Current have data stored on a Network Share Drive (142.2GB 2,444 million 50KB JSON files) that I need to move to Azure Datalake. There is no connectivity between the Network Share Drive and Azure for security reasons.
To make matters worse if I was to copy the data to my laptop Symantec will scan every file that is copied
I have tried Teracopy it estimates that it will take 1000 years. I have tried to zip the file same problem again.
it will depend on your formatted cluster size as to how fast the files will transfer.
142 gigs at 50kb each you will be looking at 1-3 mb per second on some drives.
so yeah you already hit on the solution…
create about 100 archives of about 1.44 gigs.
yes it will take time but less than transferring all the files 1 at a time.
the good news is you dont have to use compression so it will basically be just read write times you have to deal with.
just stick as many files into the archive as will fit. as is.
turning multiple 1000’s of small files in to 100 larger ones.
which will then transfer at 100+mbps
Network/disk latency will kill performance if you file protocol between the laptop and network storage is only doing one file at a time, you need to do many requests/operations in parallel.
Depending on your directory structure, that’s simple enough on Linux (ls|parallel -j64 echo rsync {.} /path/to/local/copy/) but no idea on Windows.
Much simpler/faster would be if you can get a shell on the network storage machine and just make an archive there, then copy that across the network.
As a test, I made a shell script to create the same number of files as you said, and it took my machine 1m35s to tar them into a 125GB .tar file, which you can than transfer as you wish, at the speed of your network.

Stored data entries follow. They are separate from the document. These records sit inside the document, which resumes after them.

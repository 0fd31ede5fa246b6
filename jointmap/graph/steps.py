"""Compiled steps on rigid motions, one at a time, for loops over odometry rows.

Planar motion is spatial motion that stays in the plane z = 0, so one set of loops serves both
dimensions: a planar tangent row is ``(x, y, yaw)``, a spatial one ``(rx, ry, rz, x, y, z)``. A pose
is a position and a unit quaternion ``x y z w``, renormalised at every step, so that ten million
steps do not drift off the group. Vectors are tuples: the compiler keeps them in registers.
"""

from __future__ import annotations

import numba
import numpy as np


@numba.njit(cache=True)
def multiply(a, b):  # type: ignore[no-untyped-def]
    """Product of two unit quaternions x y z w (tuples), normalised."""
    x = a[3] * b[0] + a[0] * b[3] + a[1] * b[2] - a[2] * b[1]
    y = a[3] * b[1] + a[1] * b[3] + a[2] * b[0] - a[0] * b[2]
    z = a[3] * b[2] + a[2] * b[3] + a[0] * b[1] - a[1] * b[0]
    w = a[3] * b[3] - a[0] * b[0] - a[1] * b[1] - a[2] * b[2]
    n = 1.0 / np.sqrt(x * x + y * y + z * z + w * w)
    return x * n, y * n, z * n, w * n


@numba.njit(cache=True)
def cross(a, b):  # type: ignore[no-untyped-def]
    """Cross product of two vectors (tuples)."""
    return a[1] * b[2] - a[2] * b[1], a[2] * b[0] - a[0] * b[2], a[0] * b[1] - a[1] * b[0]


@numba.njit(cache=True)
def rotate(q, v):  # type: ignore[no-untyped-def]
    """Vector ``v`` turned by the unit quaternion ``q`` (tuples)."""
    u = (q[0], q[1], q[2])
    a = cross(u, v)
    b = cross(u, a)
    return (
        v[0] + 2.0 * (q[3] * a[0] + b[0]),
        v[1] + 2.0 * (q[3] * a[1] + b[1]),
        v[2] + 2.0 * (q[3] * a[2] + b[2]),
    )


@numba.njit(cache=True)
def split_tangent(row, share):  # type: ignore[no-untyped-def]
    """Rotation and translation (tuples) of ``share`` of a planar or spatial tangent row."""
    if len(row) == 3:
        return (0.0, 0.0, share * row[2]), (share * row[0], share * row[1], 0.0)
    return (
        (share * row[0], share * row[1], share * row[2]),
        (share * row[3], share * row[4], share * row[5]),
    )


@numba.njit(cache=True)
def coefficients(square):  # type: ignore[no-untyped-def]
    """``sin(t/2)/t, cos(t/2), (1 - cos t)/t^2, (t - sin t)/t^3`` of a squared angle."""
    if square < 1e-4:
        # four terms leave less than 1e-18; most rows end here
        half = 0.5 - square * (1 / 48 - square * (1 / 3840 - square / 645120))
        real = 1.0 - square * (1 / 8 - square * (1 / 384 - square / 46080))
        c2 = 0.5 - square * (1 / 24 - square * (1 / 720 - square / 40320))
        c3 = 1 / 6 - square * (1 / 120 - square * (1 / 5040 - square / 362880))
        return half, real, c2, c3
    angle = np.sqrt(square)
    half, real = np.sin(0.5 * angle) / angle, np.cos(0.5 * angle)
    return half, real, 2.0 * half * half, (1.0 - 2.0 * half * real) / square


@numba.njit(cache=True)
def exponential(w, v):  # type: ignore[no-untyped-def]
    """Position and quaternion of exp of a tangent (rotation ``w``, translation ``v``)."""
    half, real, c2, c3 = coefficients(w[0] * w[0] + w[1] * w[1] + w[2] * w[2])
    a = cross(w, v)
    b = cross(w, a)
    position = (
        v[0] + c2 * a[0] + c3 * b[0],
        v[1] + c2 * a[1] + c3 * b[1],
        v[2] + c2 * a[2] + c3 * b[2],
    )
    return position, (half * w[0], half * w[1], half * w[2], real)


@numba.njit(cache=True)
def scaled_turn(w, v):  # type: ignore[no-untyped-def]
    """Derivative (tuple) of the position of ``exp(s w, v)`` by ``s`` at one.

    The position is ``v + s c_2(s t) w x v + s^2 c_3(s t) w x (w x v)`` with t the angle; the
    factors have the derivatives ``c_1 - c_2`` and ``c_2 - c_3``.
    """
    half, real, c2, c3 = coefficients(w[0] * w[0] + w[1] * w[1] + w[2] * w[2])
    f, g = 2.0 * half * real - c2, c2 - c3
    a = cross(w, v)
    b = cross(w, a)
    return f * a[0] + g * b[0], f * a[1] + g * b[1], f * a[2] + g * b[2]


@numba.njit(cache=True)
def logarithm(p, q):  # type: ignore[no-untyped-def]
    """Tangent (rotation, translation) of a position and a unit quaternion."""
    sign = 1.0 if q[3] >= 0.0 else -1.0
    sine = np.sqrt(q[0] * q[0] + q[1] * q[1] + q[2] * q[2])
    angle = 2.0 * np.arctan2(sine, sign * q[3])
    k = sign * (angle / sine if sine > 0.0 else 2.0)
    w = (k * q[0], k * q[1], k * q[2])
    square = angle * angle
    if square < 1e-2:
        c = 1 / 12 + square * (1 / 720 + square * (1 / 30240 + square / 1209600))
    else:
        c = (1.0 - 0.5 * angle * np.cos(0.5 * angle) / np.sin(0.5 * angle)) / square
    a = cross(w, p)
    b = cross(w, a)
    return w, (
        p[0] - 0.5 * a[0] + c * b[0],
        p[1] - 0.5 * a[1] + c * b[1],
        p[2] - 0.5 * a[2] + c * b[2],
    )


@numba.njit(cache=True)
def row_pose(row):  # type: ignore[no-untyped-def]
    """Position and unit quaternion of a table row ``x y yaw`` or ``x y z qx qy qz qw``."""
    if len(row) == 3:
        return (row[0], row[1], 0.0), (0.0, 0.0, np.sin(0.5 * row[2]), np.cos(0.5 * row[2]))
    n = 1.0 / np.sqrt(row[3] ** 2 + row[4] ** 2 + row[5] ** 2 + row[6] ** 2)
    return (row[0], row[1], row[2]), (row[3] * n, row[4] * n, row[5] * n, row[6] * n)


@numba.njit(cache=True)
def between_rows(rows, out):  # type: ignore[no-untyped-def]
    """Tangent of each increment between neighbouring pose rows, into ``out`` (N-1, dof)."""
    p, q = row_pose(rows[0])
    for k in range(1, len(rows)):
        p2, q2 = row_pose(rows[k])
        back = (-q[0], -q[1], -q[2], q[3])
        d = rotate(back, (p2[0] - p[0], p2[1] - p[1], p2[2] - p[2]))
        w, v = logarithm(d, multiply(back, q2))
        if out.shape[1] == 3:
            out[k - 1, 0], out[k - 1, 1], out[k - 1, 2] = v[0], v[1], w[2]
        else:
            out[k - 1, 0], out[k - 1, 1], out[k - 1, 2] = w
            out[k - 1, 3], out[k - 1, 4], out[k - 1, 5] = v
        p, q = p2, q2


@numba.njit(cache=True)
def chain(tangents, start, out):  # type: ignore[no-untyped-def]
    """Poses (M+1, 7) reached from ``start`` (7,) by following all tangents (M, dof)."""
    p, q = row_pose(start)
    out[0] = start
    for k in range(len(tangents)):
        w, v = split_tangent(tangents[k], 1.0)
        dp, dq = exponential(w, v)
        d = rotate(q, dp)
        p = (p[0] + d[0], p[1] + d[1], p[2] + d[2])
        q = multiply(q, dq)
        out[k + 1, 0], out[k + 1, 1], out[k + 1, 2] = p
        out[k + 1, 3], out[k + 1, 4], out[k + 1, 5], out[k + 1, 6] = q


@numba.njit(cache=True)
def follow(poses, tangents, edge, share, out):  # type: ignore[no-untyped-def]
    """Poses (Q, 7) at ``share`` of the interval that starts at ``edge``."""
    for k in range(len(edge)):
        p, q = row_pose(poses[edge[k]])
        if share[k] > 0.0:
            w, v = split_tangent(tangents[edge[k]], share[k])
            dp, dq = exponential(w, v)
            d = rotate(q, dp)
            p = (p[0] + d[0], p[1] + d[1], p[2] + d[2])
            q = multiply(q, dq)
        out[k, 0], out[k, 1], out[k, 2] = p
        out[k, 3], out[k, 4], out[k, 5], out[k, 6] = q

When dealing with lots of tiny files getting local access will always be better, the latency of “open file”, “read file” starts to add up with millions of them. And as you’ve found a copier that copies lots of files at once can improve the copy speed. Alternatively archiving them helps, even with no compression. One big file = fast copy.
In my tests I’ve found tar to be the best archiver for this situation, it can stream the archive over the network without storing it locally. However this is really only an option on Windows.
Are all the files in a single directory?
If you’re stuck with windows, give robocopy a try with 30ish threads.